Work order
Would you write out, word for word, each line of the records below from the top through the one holding "cfg.Models[0].Instances.Partitions = parts"?

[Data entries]
|---|
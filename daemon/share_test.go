package daemon

import (
	"context"
	"encoding/json"
	"errors"
	"fmt"
	"log/slog"
	"net/http"
	"os"
	"slices"
	"sync/atomic"
	"testing"
	"time"

	"github.com/nats-io/nats.go/jetstream"

	"lariat/config"
	"lariat/sink/checkpoint"
	"lariat/sink/natstest"
)

// sharedConfig is one process's configuration of the shared template
// tests: the trip template in parts partitions with a takeover of 2 s,
// checkpoints in the shared bucket every 50 records of an instance or
// every second.
func sharedConfig(t testing.TB, url string, parts, replicas int) *config.Config {
	t.Helper()
	m := tripTemplate(0)
	m.Instances.Takeover = config.Duration(2 * time.Second)
	cfg := templateConfig(t, url, t.TempDir(), m)
	cfg.Models[0].Instances.Partitions = parts
	cfg.Checkpoint.Store = config.CheckpointBucket
	cfg.Checkpoint.Records = 50
	cfg.Checkpoint.Interval = config.Duration(time.Second)
	cfg.Checkpoint.Replicas = replicas
	if err := cfg.Validate(); err != nil {
		t.Fatal(err)
	}
	return cfg
}

// holders returns, for each partition of the trip template, the indexes
// of the daemons (nil ones are skipped) that hold it.
func holders(ds []*Daemon) [][]int {
	var out [][]int
	for i, d := range ds {
		if d == nil {
			continue
		}
		tp := d.tmpl["trip"]
		if out == nil {
			out = make([][]int, len(tp.parts))
		}
		for _, pt := range tp.parts {
			if pt.held.Load() {
				out[pt.n] = append(out[pt.n], i)
			}
		}
	}
	return out
}

// balanced returns nil once every process sees every other, and every
// partition is held by exactly one of them, where its view puts it, or
// by none with nothing to apply (a quiet partition handed over).
func balanced(ds []*Daemon) error {
	live := 0
	for _, d := range ds {
		if d != nil {
			live++
		}
	}
	for i, d := range ds {
		if d != nil {
			if v := d.tmpl["trip"].shared.view(); len(v) != live {
				return fmt.Errorf("process %d sees %d members, %d live", i, len(v), live)
			}
		}
	}
	quiet := map[int]bool{}
	for n, hs := range holders(ds) {
		if len(hs) == 0 && idle(ds, n) == nil {
			quiet[n] = true // nothing to apply: taken at its next record
			continue
		}
		if len(hs) != 1 {
			return fmt.Errorf("partition %d held by %v (%v)", n, hs, idle(ds, n))
		}
	}
	for i, d := range ds {
		if d == nil {
			continue
		}
		sh := d.tmpl["trip"].shared
		for _, pt := range d.tmpl["trip"].parts {
			if !quiet[pt.n] && pt.held.Load() != sh.wants(pt.n) {
				return fmt.Errorf("process %d: partition %d held %v, assigned here %v", i, pt.n, pt.held.Load(), !pt.held.Load())
			}
		}
	}
	return nil
}

// idle returns nil if partition n, held by nobody, has nothing to apply:
// no pin, nothing pending and nothing delivered past its index floor.
func idle(ds []*Daemon, n int) error {
	for _, d := range ds {
		if d == nil {
			continue
		}
		tp := d.tmpl["trip"]
		pt := tp.parts[n]
		ctx, cancel := context.WithTimeout(context.Background(), 5*time.Second)
		defer cancel()
		info, err := pt.cons.Info(ctx)
		if err != nil {
			return err
		}
		floor, err := tp.indexFloor(pt)
		if err != nil {
			return err
		}
		if pinnedID(info) != "" || info.NumPending > 0 || info.Delivered.Stream > floor {
			return fmt.Errorf("pinned %q, %d pending, delivered %d, floor %d", pinnedID(info), info.NumPending, info.Delivered.Stream, floor)
		}
		return nil
	}
	return errors.New("no process")
}

// holderOf returns the daemon holding key's instance (its partition held
// and the key known there), or an error unless exactly one does.
func holderOf(ds []*Daemon, key string) (*Daemon, error) {
	var got []*Daemon
	for _, d := range ds {
		if d == nil {
			continue
		}
		tp := d.tmpl["trip"]
		tp.mu.Lock()
		in := tp.inst[key]
		if in != nil && in.p.held.Load() {
			got = append(got, d)
		}
		tp.mu.Unlock()
	}
	if len(got) != 1 {
		return nil, fmt.Errorf("key %s held by %d processes", key, len(got))
	}
	return got[0], nil
}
|---|
Result for this exercise
filename daemon/share_test.go
package daemon

import (
	"context"
	"encoding/json"
	"errors"
	"fmt"
	"log/slog"
	"net/http"
	"os"
	"slices"
	"sync/atomic"
	"testing"
	"time"

	"github.com/nats-io/nats.go/jetstream"

	"lariat/config"
	"lariat/sink/checkpoint"
	"lariat/sink/natstest"
)

// sharedConfig is one process's configuration of the shared template
// tests: the trip template in parts partitions with a takeover of 2 s,
// checkpoints in the shared bucket every 50 records of an instance or
// every second.
func sharedConfig(t testing.TB, url string, parts, replicas int) *config.Config {
	t.Helper()
	m := tripTemplate(0)
	m.Instances.Takeover = config.Duration(2 * time.Second)
	cfg := templateConfig(t, url, t.TempDir(), m)
	cfg.Models[0].Instances.Partitions = parts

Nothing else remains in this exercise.